[Start of section]
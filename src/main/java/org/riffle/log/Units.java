package org.riffle.log;

import java.util.HashSet;
import java.util.Locale;
import java.util.Set;
import java.util.regex.Pattern;

/**
 * Names and units from a header: {@code flow [m³/h]} always carries a unit; {@code flow (m³/h)} does
 * when the text in parentheses looks like a unit (it holds a symbol such as {@code /}, {@code °},
 * {@code %}, a digit or a superscript, or is a common unit word), so {@code pressure (inlet)} stays a
 * name. Units-row cells lose surrounding brackets.
 *
 * <p>Stateless and thread-safe.
 */
final class Units {
    private static final Pattern SYMBOL = Pattern.compile(".*[/°%0-9²³µμ·*^‰Ω].*");
    private static final Set<String> WORDS = Set.of("s", "ms", "us", "min", "h", "hz", "khz", "rpm", "v", "mv", "kv",
            "a", "ma", "ka", "w", "kw", "mw", "va", "kva", "var", "bar", "mbar", "pa", "kpa", "hpa", "mpa", "psi",
            "psig", "inh2o", "mmh2o", "m", "mm", "cm", "km", "um", "in", "ft", "g", "kg", "t", "n", "nm", "knm",
            "k", "c", "degc", "degf", "f", "l", "lpm", "gpm", "cfm", "ppm", "db", "dba", "ips", "mils", "pct",
            "ohm", "kwh", "mwh", "j", "kj", "lux", "rh");

    private Units() {
    }

    /** A header cell split into name and unit. */
    record Split(String name, String unit) {
    }

    static Split split(String header) {
        String h = header.strip();
        Split square = bracketed(h, '[', ']');
        if (square != null) {
            return square;
        }
        Split round = bracketed(h, '(', ')');
        if (round != null && looksLikeUnit(round.unit())) {
            return round;
        }
        return new Split(h, "");
    }

    /**
     * {@code NAME OPEN UNIT CLOSE} with the unit last, free of either bracket, and a name that is not
     * blank; null otherwise. A scan, not a regular expression: a lazy name followed by a bracketed group
     * backtracks in time that grows with the square of a long header cell (a fuzzed 760 KB cell took
     * minutes).
     */
    private static Split bracketed(String h, char open, char close) {
        int end = h.length() - 1;
        if (end < 1 || h.charAt(end) != close) {
            return null;
        }
        int start = h.lastIndexOf(open, end - 1);
        if (start < 0 || h.lastIndexOf(close, end - 1) > start) {
            return null;
        }
        String name = h.substring(0, start);
        return name.isBlank() ? null : new Split(name.strip(), h.substring(start + 1, end).strip());
    }

    static boolean looksLikeUnit(String u) {
        return !u.isEmpty() && u.length() <= 16
                && (SYMBOL.matcher(u).matches() || WORDS.contains(u.toLowerCase(Locale.ROOT)));
    }

    /** A units-row cell without surrounding brackets or parentheses. */
    static String strip(String cell) {
        String u = cell.strip();
        if (u.length() >= 2 && (u.charAt(0) == '[' && u.endsWith("]") || u.charAt(0) == '(' && u.endsWith(")"))) {
            u = u.substring(1, u.length() - 1).strip();
        }
        return u;
    }

    /** Fills empty names with {@code colN} (1-based) and makes repeated names unique with {@code #2}, {@code #3}. */
    static void uniqueNames(String[] names) {
        Set<String> seen = new HashSet<>();
        for (int j = 0; j < names.length; j++) {
            if (names[j] == null || names[j].isBlank()) {
                names[j] = "col" + (j + 1);
            }
            String base = names[j];
            int n = 1;
            while (!seen.add(names[j].toLowerCase(Locale.ROOT))) {
                names[j] = base + " #" + (++n);
            }
        }
    }
}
[End of section]
#### YOUR TASK:
Write the listing out again, word for word.

#### EXERCISE RESULT:
filename src/main/java/org/riffle/log/Units.java
package org.riffle.log;

import java.util.HashSet;
import java.util.Locale;
import java.util.Set;
import java.util.regex.Pattern;

/**
 * Names and units from a header: {@code flow [m³/h]} always carries a unit; {@code flow (m³/h)} does
 * when the text in parentheses looks like a unit (it holds a symbol such as {@code /}, {@code °},
 * {@code %}, a digit or a superscript, or is a common unit word), so {@code pressure (inlet)} stays a
 * name. Units-row cells lose surrounding brackets.
 *
 * <p>Stateless and thread-safe.
 */
final class Units {
    private static final Pattern SYMBOL = Pattern.compile(".*[/°%0-9²³µμ·*^‰Ω].*");
    private static final Set<String> WORDS = Set.of("s", "ms", "us", "min", "h", "hz", "khz", "rpm", "v", "mv", "kv",
            "a", "ma", "ka", "w", "kw", "mw", "va", "kva", "var", "bar", "mbar", "pa", "kpa", "hpa", "mpa", "psi",
            "psig", "inh2o", "mmh2o", "m", "mm", "cm", "km", "um", "in", "ft", "g", "kg", "t", "n", "nm", "knm",
            "k", "c", "degc", "degf", "f", "l", "lpm", "gpm", "cfm", "ppm", "db", "dba", "ips", "mils", "pct",
            "ohm", "kwh", "mwh", "j", "kj", "lux", "rh");

    private Units() {
    }

    /** A header cell split into name and unit. */
    record Split(String name, String unit) {
    }

    static Split split(String header) {
        String h = header.strip();
        Split square = bracketed(h, '[', ']');
        if (square != null) {
            return square;
        }
        Split round = bracketed(h, '(', ')');
        if (round != null && looksLikeUnit(round.unit())) {
            return round;
        }
        return new Split(h, "");
    }

    /**
     * {@code NAME OPEN UNIT CLOSE} with the unit last, free of either bracket, and a name that is not
     * blank; null otherwise. A scan, not a regular expression: a lazy name followed by a bracketed group
     * backtracks in time that grows with the square of a long header cell (a fuzzed 760 KB cell took
     * minutes).
     */
    private static Split bracketed(String h, char open, char close) {
        int end = h.length() - 1;
        if (end < 1 || h.charAt(end) != close) {
            return null;
        }
        int start = h.lastIndexOf(open, end - 1);
        if (start < 0 || h.lastIndexOf(close, end - 1) > start) {
            return null;
        }
        String name = h.substring(0, start);
        return name.isBlank() ? null : new Split(name.strip(), h.substring(start + 1, end).strip());
    }

    static boolean looksLikeUnit(String u) {
        return !u.isEmpty() && u.length() <= 16
                && (SYMBOL.matcher(u).matches() || WORDS.contains(u.toLowerCase(Locale.ROOT)));
    }

    /** A units-row cell without surrounding brackets or parentheses. */
    static String strip(String cell) {
        String u = cell.strip();
        if (u.length() >= 2 && (u.charAt(0) == '[' && u.endsWith("]") || u.charAt(0) == '(' && u.endsWith(")"))) {
            u = u.substring(1, u.length() - 1).strip();
        }
        return u;
    }

    /** Fills empty names with {@code colN} (1-based) and makes repeated names unique with {@code #2}, {@code #3}. */
    static void uniqueNames(String[] names) {
        Set<String> seen = new HashSet<>();
        for (int j = 0; j < names.length; j++) {
            if (names[j] == null || names[j].isBlank()) {
                names[j] = "col" + (j + 1);
            }
            String base = names[j];
            int n = 1;
            while (!seen.add(names[j].toLowerCase(Locale.ROOT))) {
                names[j] = base + " #" + (++n);
            }
        }
    }
}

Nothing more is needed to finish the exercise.